--- Data for processing Enclosed Below ---

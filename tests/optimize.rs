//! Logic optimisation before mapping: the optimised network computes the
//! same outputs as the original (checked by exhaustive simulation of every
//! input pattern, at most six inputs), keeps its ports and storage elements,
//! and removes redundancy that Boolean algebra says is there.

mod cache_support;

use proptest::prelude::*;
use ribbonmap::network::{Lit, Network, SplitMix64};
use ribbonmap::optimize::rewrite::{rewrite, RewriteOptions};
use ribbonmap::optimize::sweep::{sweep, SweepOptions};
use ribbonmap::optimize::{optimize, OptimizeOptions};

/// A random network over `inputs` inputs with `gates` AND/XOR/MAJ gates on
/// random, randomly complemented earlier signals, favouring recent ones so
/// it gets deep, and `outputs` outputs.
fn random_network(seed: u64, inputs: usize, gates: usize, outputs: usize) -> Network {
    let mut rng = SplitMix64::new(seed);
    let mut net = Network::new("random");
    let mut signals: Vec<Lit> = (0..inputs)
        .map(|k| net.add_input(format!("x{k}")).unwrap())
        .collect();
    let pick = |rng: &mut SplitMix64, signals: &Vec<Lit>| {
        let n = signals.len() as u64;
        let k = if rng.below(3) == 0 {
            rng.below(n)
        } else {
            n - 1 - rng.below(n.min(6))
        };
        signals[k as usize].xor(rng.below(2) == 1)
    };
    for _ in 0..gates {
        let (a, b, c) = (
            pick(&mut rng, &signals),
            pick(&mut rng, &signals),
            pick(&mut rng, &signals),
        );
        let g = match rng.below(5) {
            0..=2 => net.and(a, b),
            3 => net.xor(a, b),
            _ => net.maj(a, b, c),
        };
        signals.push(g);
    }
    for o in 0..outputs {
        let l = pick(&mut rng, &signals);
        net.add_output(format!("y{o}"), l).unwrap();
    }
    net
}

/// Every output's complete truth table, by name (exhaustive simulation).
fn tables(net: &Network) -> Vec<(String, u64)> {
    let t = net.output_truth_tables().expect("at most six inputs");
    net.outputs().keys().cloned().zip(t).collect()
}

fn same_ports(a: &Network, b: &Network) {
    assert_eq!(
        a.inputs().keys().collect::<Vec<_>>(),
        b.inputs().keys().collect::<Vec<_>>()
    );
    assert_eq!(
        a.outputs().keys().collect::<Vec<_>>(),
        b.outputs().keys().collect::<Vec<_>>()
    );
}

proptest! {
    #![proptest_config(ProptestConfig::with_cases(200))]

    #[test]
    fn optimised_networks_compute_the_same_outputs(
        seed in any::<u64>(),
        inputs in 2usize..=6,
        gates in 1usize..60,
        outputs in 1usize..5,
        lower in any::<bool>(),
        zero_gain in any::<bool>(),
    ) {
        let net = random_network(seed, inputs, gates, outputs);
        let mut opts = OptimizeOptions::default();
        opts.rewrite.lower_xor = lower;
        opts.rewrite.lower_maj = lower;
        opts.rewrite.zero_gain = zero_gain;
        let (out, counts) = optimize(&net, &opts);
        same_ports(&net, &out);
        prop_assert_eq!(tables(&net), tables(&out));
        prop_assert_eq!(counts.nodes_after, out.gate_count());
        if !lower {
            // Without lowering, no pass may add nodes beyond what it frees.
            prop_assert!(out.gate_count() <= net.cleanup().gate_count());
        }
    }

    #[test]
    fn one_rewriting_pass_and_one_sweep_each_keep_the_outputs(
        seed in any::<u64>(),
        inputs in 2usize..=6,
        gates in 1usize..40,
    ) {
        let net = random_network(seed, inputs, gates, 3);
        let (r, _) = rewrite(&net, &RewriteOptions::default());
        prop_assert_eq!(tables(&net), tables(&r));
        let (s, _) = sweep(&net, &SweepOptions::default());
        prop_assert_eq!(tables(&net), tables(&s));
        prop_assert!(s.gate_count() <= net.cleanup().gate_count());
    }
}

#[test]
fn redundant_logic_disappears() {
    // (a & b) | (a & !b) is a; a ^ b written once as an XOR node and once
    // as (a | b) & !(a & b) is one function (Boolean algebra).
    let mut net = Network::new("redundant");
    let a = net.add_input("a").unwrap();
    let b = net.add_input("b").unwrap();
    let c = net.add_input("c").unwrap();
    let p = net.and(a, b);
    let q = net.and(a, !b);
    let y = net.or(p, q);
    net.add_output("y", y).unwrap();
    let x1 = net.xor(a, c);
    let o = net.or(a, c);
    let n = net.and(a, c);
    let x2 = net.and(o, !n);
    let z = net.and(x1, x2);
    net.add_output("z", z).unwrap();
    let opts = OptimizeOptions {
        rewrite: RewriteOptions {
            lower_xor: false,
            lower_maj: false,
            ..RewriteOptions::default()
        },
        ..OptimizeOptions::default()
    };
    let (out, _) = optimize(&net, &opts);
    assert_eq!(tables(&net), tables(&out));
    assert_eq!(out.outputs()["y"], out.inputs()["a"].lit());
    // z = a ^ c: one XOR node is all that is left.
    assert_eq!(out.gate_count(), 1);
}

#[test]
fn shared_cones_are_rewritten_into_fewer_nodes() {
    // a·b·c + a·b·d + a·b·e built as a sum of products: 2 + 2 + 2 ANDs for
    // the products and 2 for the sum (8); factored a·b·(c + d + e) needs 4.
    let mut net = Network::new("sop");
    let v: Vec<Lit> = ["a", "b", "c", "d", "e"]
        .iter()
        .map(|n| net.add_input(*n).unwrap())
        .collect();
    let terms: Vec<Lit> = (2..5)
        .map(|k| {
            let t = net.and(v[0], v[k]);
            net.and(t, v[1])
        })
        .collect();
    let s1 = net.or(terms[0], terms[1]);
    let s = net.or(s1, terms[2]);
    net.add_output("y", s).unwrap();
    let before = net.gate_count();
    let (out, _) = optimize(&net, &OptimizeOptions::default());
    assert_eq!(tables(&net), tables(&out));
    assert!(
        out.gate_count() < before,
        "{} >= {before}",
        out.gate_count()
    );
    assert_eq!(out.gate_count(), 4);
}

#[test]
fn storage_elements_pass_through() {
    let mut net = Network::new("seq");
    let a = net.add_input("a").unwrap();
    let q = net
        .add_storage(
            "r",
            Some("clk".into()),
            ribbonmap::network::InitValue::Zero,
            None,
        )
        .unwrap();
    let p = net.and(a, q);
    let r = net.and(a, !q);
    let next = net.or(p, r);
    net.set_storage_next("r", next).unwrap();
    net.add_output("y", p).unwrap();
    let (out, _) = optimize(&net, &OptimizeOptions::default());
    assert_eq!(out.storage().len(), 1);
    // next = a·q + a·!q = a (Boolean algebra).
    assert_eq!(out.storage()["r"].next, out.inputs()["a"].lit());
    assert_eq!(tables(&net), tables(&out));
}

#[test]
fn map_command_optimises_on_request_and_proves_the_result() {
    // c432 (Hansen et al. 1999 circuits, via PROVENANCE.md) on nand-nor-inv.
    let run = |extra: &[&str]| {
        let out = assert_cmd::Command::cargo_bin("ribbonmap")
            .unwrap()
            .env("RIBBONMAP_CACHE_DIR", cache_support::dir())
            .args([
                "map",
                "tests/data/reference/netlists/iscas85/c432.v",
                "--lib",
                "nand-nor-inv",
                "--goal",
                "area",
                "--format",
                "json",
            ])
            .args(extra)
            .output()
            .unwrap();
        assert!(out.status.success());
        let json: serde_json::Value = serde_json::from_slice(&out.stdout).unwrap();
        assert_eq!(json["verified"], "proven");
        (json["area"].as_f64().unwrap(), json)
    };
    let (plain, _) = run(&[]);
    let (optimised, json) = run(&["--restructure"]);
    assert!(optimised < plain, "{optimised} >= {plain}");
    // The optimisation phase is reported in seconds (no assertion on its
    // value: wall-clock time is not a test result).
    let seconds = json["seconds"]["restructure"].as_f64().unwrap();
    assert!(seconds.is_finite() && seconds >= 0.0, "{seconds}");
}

--- End of Enclosed Data for processing ---

#### [Prompt]
Return each full line of the entries that contains the word "terms".

#### [Exercise answer]
    let terms: Vec<Lit> = (2..5)
    let s1 = net.or(terms[0], terms[1]);
    let s = net.or(s1, terms[2]);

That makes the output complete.